Варвара Недеогло, чей канал также можно охарактеризовать как лабораторию со множеством перетекающих друг в друга видов контента, писала в мае 2022 года: «[Э]тот канал появился чуть больше года назад на выходе из продолжительного суицидального эпизода и представлял из себя попытку создать бесконечный виртуальный алтарь из случайных мыслей, горячо любимых стихов, искусства, выделений страсти и ярости, сигилов, молитв, мыслей о ебле, посещающих меня во время прогулок, странных звуков, документаций эпизодов угара и внутреннего отшельничества, отрывков из книжек и пространных размышлений на острые и тупые темы в формате крайне субъективных текстов и войсов» (62). В другом месте Варвара, говоря о ведении Инстаграма, в шутку предложила для своего процесса термин «компостинг» (63). Самую заметную формальную особенность стихов Недеогло — использование средств расширенной кириллицы и необычных знаков других письменностей — можно связать с такой медийной всеядностью, переведенной в типографскую плоскость.
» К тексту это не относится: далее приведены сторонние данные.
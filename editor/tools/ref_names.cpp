#include "editor/tools/ref_names.hpp"

#include <cctype>
#include <set>

#include "netcheck/model/part_kinds.hpp"

namespace stripsmith {

std::string refPrefix(std::string_view kind) {
    // One rule, from the kind table: a new part is named by what it is (an LED is a diode, D).
    if (const netcheck::PartKind* known = netcheck::findPartKind(kind); known && !known->refPrefix.empty())
        return std::string(known->refPrefix);
    return "X";  // a kind the table does not know: a generic part
}

std::string prefixOf(std::string_view ref) {
    std::size_t end = ref.size();
    while (end > 0 && std::isdigit(static_cast<unsigned char>(ref[end - 1]))) --end;
    return std::string(ref.substr(0, end));
}

bool refTaken(const netcheck::Board& board, std::string_view ref, std::string_view except) {
    if (ref == except) return false;
    for (const auto& p : board.parts)
        if (p.ref == ref) return true;
    for (const auto& p : board.offboard)
        if (p.ref == ref) return true;
    return false;
}

std::string nextFreeRef(const netcheck::Board& board, std::string_view prefix) {
    std::set<std::string> used;
    for (const auto& p : board.parts) used.insert(p.ref);
    for (const auto& p : board.offboard) used.insert(p.ref);
    if (board.circuit)
        for (const auto& [ref, part] : board.circuit->parts) used.insert(ref);
    for (int n = 1;; ++n) {
        std::string ref = std::string(prefix) + std::to_string(n);
        if (!used.count(ref)) return ref;
    }
}

}  // namespace stripsmith
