#include "editor/tools/hit_test.hpp"

#include <algorithm>
#include <cmath>

#include "editor/canvas/part_style.hpp"
#include "editor/canvas/wire_route.hpp"

namespace stripsmith {

using netcheck::edit::ElementRef;

namespace {

ImVec2 centre(netcheck::Hole h) { return {static_cast<float>(h.col) + 0.5f, static_cast<float>(h.row) + 0.5f}; }

/// Inside a transistor's D-shaped body as the canvas draws it: a half disc on one side of the
/// line through the first and last lead, its flat face 0.3 pitch behind that line.
bool toPackageBodyHit(const netcheck::Part& part, ImVec2 p) {
    const ImVec2 a = centre(part.pins.front().hole), b = centre(part.pins.back().hole);
    const float dx = b.x - a.x, dy = b.y - a.y;
    const float len = std::sqrt(dx * dx + dy * dy);
    const ImVec2 d = len > 0.01f ? ImVec2{dx / len, dy / len} : ImVec2{1, 0};
    const ImVec2 n{-d.y, d.x};
    const float radius = std::max(len * 0.5f + 0.45f, 0.8f);
    const ImVec2 flat{(a.x + b.x) / 2 - n.x * 0.3f, (a.y + b.y) / 2 - n.y * 0.3f};
    const float rx = p.x - flat.x, ry = p.y - flat.y;
    return rx * n.x + ry * n.y >= 0 && rx * rx + ry * ry <= radius * radius;
}

bool partHit(const netcheck::Part& part, ImVec2 p) {
    if (part.pins.size() >= 2 && bodyStyleOf(part) == BodyStyle::ToPackage && toPackageBodyHit(part, p))
        return true;
    for (std::size_t i = 0; i < part.pins.size(); ++i) {
        if (distanceToSegment(p, centre(part.pins[i].hole), centre(part.pins[i].hole)) < 0.45f) return true;
        if (i > 0 && distanceToSegment(p, centre(part.pins[i - 1].hole), centre(part.pins[i].hole)) < 0.35f) return true;
    }
    if (part.pins.size() > 2) {
        float x0 = 1e9f, y0 = 1e9f, x1 = -1e9f, y1 = -1e9f;
        for (const auto& pin : part.pins) {
            const ImVec2 c = centre(pin.hole);
            x0 = std::min(x0, c.x); y0 = std::min(y0, c.y); x1 = std::max(x1, c.x); y1 = std::max(y1, c.y);
        }
        return p.x >= x0 - 0.4f && p.x <= x1 + 0.4f && p.y >= y0 - 0.4f && p.y <= y1 + 0.4f;
    }
    return false;
}

}  // namespace

float distanceToSegment(ImVec2 p, ImVec2 a, ImVec2 b) {
    const float dx = b.x - a.x, dy = b.y - a.y;
    const float len2 = dx * dx + dy * dy;
    float t = len2 > 0 ? ((p.x - a.x) * dx + (p.y - a.y) * dy) / len2 : 0.0f;
    t = std::clamp(t, 0.0f, 1.0f);
    const float ex = a.x + t * dx - p.x, ey = a.y + t * dy - p.y;
    return std::sqrt(ex * ex + ey * ey);
}

std::optional<ElementRef> elementAt(const netcheck::Board& board, const std::vector<OffboardSpot>& spots,
                                    ImVec2 point) {
    // Later parts are drawn on top, so they win.
    for (std::size_t i = board.parts.size(); i-- > 0;)
        if (partHit(board.parts[i], point)) return ElementRef{ElementRef::Kind::Part, i};
    for (std::size_t i = board.links.size(); i-- > 0;)
        if (distanceToSegment(point, centre(board.links[i].from), centre(board.links[i].to)) < 0.3f)
            return ElementRef{ElementRef::Kind::Link, i};
    for (std::size_t i = board.wires.size(); i-- > 0;) {
        // Along the path the wire is drawn on, bend by bend.
        const std::vector<ImVec2> route = wireRoute(board, spots, board.wires[i], i);
        for (std::size_t j = 1; j < route.size(); ++j)
            if (distanceToSegment(point, route[j - 1], route[j]) < 0.3f) return ElementRef{ElementRef::Kind::Wire, i};
    }
    if (auto index = offboardAt(spots, point)) return ElementRef{ElementRef::Kind::Offboard, *index};
    const int row = static_cast<int>(std::floor(point.y));
    for (std::size_t i = board.cuts.size(); i-- > 0;) {
        const netcheck::Cut& cut = board.cuts[i];
        if (cut.hole.row != row) continue;
        const float x = cut.kind == netcheck::Cut::Kind::Hole ? static_cast<float>(cut.hole.col) + 0.5f
                                                               : static_cast<float>(cut.hole.col) + 1.0f;
        if (std::fabs(point.x - x) < 0.3f) return ElementRef{ElementRef::Kind::Cut, i};
    }
    return std::nullopt;
}

std::optional<std::pair<std::size_t, std::size_t>> pinAt(const netcheck::Board& board, ImVec2 point) {
    for (std::size_t i = board.parts.size(); i-- > 0;)
        for (std::size_t j = 0; j < board.parts[i].pins.size(); ++j) {
            const ImVec2 c = centre(board.parts[i].pins[j].hole);
            if (std::fabs(point.x - c.x) < 0.35f && std::fabs(point.y - c.y) < 0.35f) return std::pair{i, j};
        }
    return std::nullopt;
}

std::vector<netcheck::Hole> holesOf(const netcheck::Board& board, const ElementRef& ref) {
    using K = ElementRef::Kind;
    std::vector<netcheck::Hole> holes;
    switch (ref.kind) {
    case K::Part:
        for (const auto& pin : board.parts.at(ref.index).pins) holes.push_back(pin.hole);
        break;
    case K::Link:
        holes = {board.links.at(ref.index).from, board.links.at(ref.index).to};
        break;
    case K::Cut: {
        const auto& cut = board.cuts.at(ref.index);
        holes.push_back(cut.hole);
        if (cut.kind == netcheck::Cut::Kind::Between) holes.push_back({cut.hole.row, cut.hole.col + 1});
        break;
    }
    case K::Wire:
        for (const auto* end : {&board.wires.at(ref.index).from, &board.wires.at(ref.index).to})
            if (end->hole) holes.push_back(*end->hole);
        break;
    case K::Offboard:
        break;
    }
    return holes;
}

std::vector<ElementRef> elementsInBox(const netcheck::Board& board, const std::vector<OffboardSpot>& spots,
                                      ImVec2 a, ImVec2 b) {
    const ImVec2 lo{std::min(a.x, b.x), std::min(a.y, b.y)}, hi{std::max(a.x, b.x), std::max(a.y, b.y)};
    auto inside = [&](ImVec2 p) { return p.x >= lo.x && p.x <= hi.x && p.y >= lo.y && p.y <= hi.y; };
    std::vector<ElementRef> found;
    auto consider = [&](ElementRef::Kind kind, std::size_t count) {
        for (std::size_t i = 0; i < count; ++i) {
            const ElementRef ref{kind, i};
            const auto holes = holesOf(board, ref);
            if (!holes.empty() && std::all_of(holes.begin(), holes.end(), [&](auto h) { return inside(centre(h)); }))
                found.push_back(ref);
        }
    };
    consider(ElementRef::Kind::Part, board.parts.size());
    consider(ElementRef::Kind::Link, board.links.size());
    consider(ElementRef::Kind::Cut, board.cuts.size());
    consider(ElementRef::Kind::Wire, board.wires.size());
    for (const OffboardSpot& s : spots)
        if (inside(s.min) && inside(s.max)) found.push_back({ElementRef::Kind::Offboard, s.index});
    return found;
}

}  // namespace stripsmith
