// The canvas tools. Each reads the mouse over the canvas, emits commands, and draws its preview.
#pragma once

#include <optional>

#include <imgui.h>

#include "editor/app/editor_app.hpp"
#include "editor/canvas/canvas_frame.hpp"

namespace stripsmith {

/// The mouse over the canvas this frame, in board terms.
struct CanvasInput {
    ImVec2 board{0, 0};                        ///< board units under the mouse
    bool hovered = false;                      ///< mouse over the canvas (and no popup above it)
    std::optional<netcheck::Hole> hole;        ///< hole under the mouse (nearest cell)
    std::optional<netcheck::PinRef> lug;       ///< off-board lug under the mouse
    bool pressed = false;                      ///< left button went down this frame
    bool released = false;                     ///< left button went up this frame
    bool down = false;                         ///< left button held
    bool shift = false;
};

void runSelectTool(EditorApp& app, const CanvasInput& in, const CanvasFrame& f);
void runPlaceTool(EditorApp& app, const CanvasInput& in, const CanvasFrame& f);
void runLinkTool(EditorApp& app, const CanvasInput& in, const CanvasFrame& f);
void runCutTool(EditorApp& app, const CanvasInput& in, const CanvasFrame& f);
void runWireTool(EditorApp& app, const CanvasInput& in, const CanvasFrame& f);

/// Switches tool, dropping any half-done gesture.
void selectTool(EditorApp& app, Tool tool);
/// Picks a part kind to place (switches to the place tool).
void startPlacing(EditorApp& app, const std::string& kind);

/// Adds an off-board part of a kind beside the board (ref numbered automatically).
void addOffboardPart(EditorApp& app, const std::string& kind);

}  // namespace stripsmith
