// The open document: island details under the pointer follow every edit, undo and redo.
#include <doctest/doctest.h>

#include "editor/app/document.hpp"
#include "netcheck/edit/cut_commands.hpp"

using namespace stripsmith;
using netcheck::Hole;
using netcheck::PinRef;

namespace {

// Two resistors side by side across strips A and B: A is net IN, B is net OUT.
netcheck::Board twoResistors() {
    netcheck::Board board;
    board.rows = 2;
    board.cols = 6;
    board.parts.push_back({"R1", "resistor", "10k", {{"1", {0, 0}}, {"2", {1, 0}}}, {}});
    board.parts.push_back({"R2", "resistor", "10k", {{"1", {0, 4}}, {"2", {1, 4}}}, {}});
    netcheck::Circuit circuit;
    circuit.nets["IN"] = {{"R1", "1"}, {"R2", "1"}};
    circuit.nets["OUT"] = {{"R1", "2"}, {"R2", "2"}};
    board.circuit = circuit;
    return board;
}

}  // namespace

TEST_CASE("island details follow the board") {
    Document doc;
    doc.reset(twoResistors(), "");
    auto islandAt = [&](Hole hole) { return doc.island(doc.connectivity().islandOfHole(hole)); };

    const netcheck::Island* strip = islandAt({0, 0});
    REQUIRE(strip);
    CHECK(strip->holes.size() == 6);
    CHECK(strip->pins == std::vector<PinRef>{{"R1", "1"}, {"R2", "1"}});
    CHECK(doc.netOfIsland(strip->id) == "IN");
    CHECK(doc.netOfIsland(doc.connectivity().islandOfHole({1, 3})) == "OUT");
    CHECK(doc.island(-1) == nullptr);
    CHECK(doc.island(doc.connectivity().islandCount()) == nullptr);

    // A hole cut at A3 splits strip A; the island holding A1 keeps its id, so a detail kept
    // from before the edit would still list six holes.
    REQUIRE(doc.perform(netcheck::edit::toggleCut(doc.board(), netcheck::Cut{{0, 2}, netcheck::Cut::Kind::Hole})));
    const netcheck::Island* left = islandAt({0, 0});
    REQUIRE(left);
    CHECK(left->holes == std::vector<Hole>{{0, 0}, {0, 1}});
    CHECK(left->pins == std::vector<PinRef>{{"R1", "1"}});
    CHECK(doc.netOfIsland(left->id) == "IN");
    const netcheck::Island* cutHole = islandAt({0, 2});
    REQUIRE(cutHole);
    CHECK(cutHole->pins.empty());
    CHECK_FALSE(doc.netOfIsland(cutHole->id));

    REQUIRE(doc.undo());
    CHECK(islandAt({0, 0})->holes.size() == 6);
    REQUIRE(doc.redo());
    CHECK(islandAt({0, 0})->holes.size() == 2);
}
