#include "editor/tools/ref_names.hpp"

#include <array>
#include <cctype>
#include <set>

namespace stripsmith {

std::string refPrefix(std::string_view kind) {
    struct Entry { std::string_view kind, prefix; };
    static constexpr std::array<Entry, 24> kPrefixes{{
        {"resistor", "R"}, {"capacitor", "C"}, {"electrolytic", "C"}, {"inductor", "L"},
        {"diode", "D"}, {"zener", "D"}, {"led", "LED"}, {"bjt", "Q"}, {"jfet", "Q"},
        {"mosfet", "Q"}, {"regulator", "U"}, {"ic", "U"}, {"trimmer", "RV"}, {"header", "J"},
        {"crystal", "X"}, {"fuse", "F"}, {"wire-terminal", "TB"}, {"pot", "VR"}, {"jack", "J"},
        {"mono-jack", "J"}, {"stereo-jack", "J"}, {"switch", "SW"}, {"footswitch", "SW"},
        {"dc-jack", "J"},
    }};
    for (const Entry& e : kPrefixes)
        if (e.kind == kind) return std::string(e.prefix);
    if (kind == "battery") return "BT";
    if (kind == "panel-led") return "LED";
    return "X";
}

std::string prefixOf(std::string_view ref) {
    std::size_t end = ref.size();
    while (end > 0 && std::isdigit(static_cast<unsigned char>(ref[end - 1]))) --end;
    return std::string(ref.substr(0, end));
}

bool refTaken(const netcheck::Board& board, std::string_view ref, std::string_view except) {
    if (ref == except) return false;
    for (const auto& p : board.parts)
        if (p.ref == ref) return true;
    for (const auto& p : board.offboard)
        if (p.ref == ref) return true;
    return false;
}

std::string nextFreeRef(const netcheck::Board& board, std::string_view prefix) {
    std::set<std::string> used;
    for (const auto& p : board.parts) used.insert(p.ref);
    for (const auto& p : board.offboard) used.insert(p.ref);
    if (board.circuit)
        for (const auto& [ref, part] : board.circuit->parts) used.insert(ref);
    for (int n = 1;; ++n) {
        std::string ref = std::string(prefix) + std::to_string(n);
        if (!used.count(ref)) return ref;
    }
}

}  // namespace stripsmith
Канал Недеогло демонстрирует явление, которое можно назвать телеграм-телесностью / те (леграм-те)лесностью. Так, в одном из постов (март 2023 года) Варвара публикует УЗИ матки, встраивая снимок в трансмедийный аппарат своего блога (64). Во-первых, результат медицинских анализов сравнивается с лунными морями, чьи изображения приведены в предыдущем сообщении. Во-вторых, пост получает комментарии, расширяющие его телесные коннотации, например: «[М]ечтаю о таком же канале про простату и мужскую девственность» (65). В-третьих, сразу вслед за постом идет аудиозапись с песней Дэвида Боуи «Прах к праху» (Ashes To Ashes). Чуть позже в канале также появляется «Элегия на рентгеновский снимок моего черепа» Елены Шварц. Тем самым потенциально поэтическое сообщение помещается в несколько пересекающихся контекстов: научный, музыкальный, литературный — а также прирастает реакцией читательниц. Представляется, что в других соцсетях не создавался бы такой эффект «близости к телу» (и даже проникновения внутрь тела), дополненный множеством трансмедийных перекличек (66).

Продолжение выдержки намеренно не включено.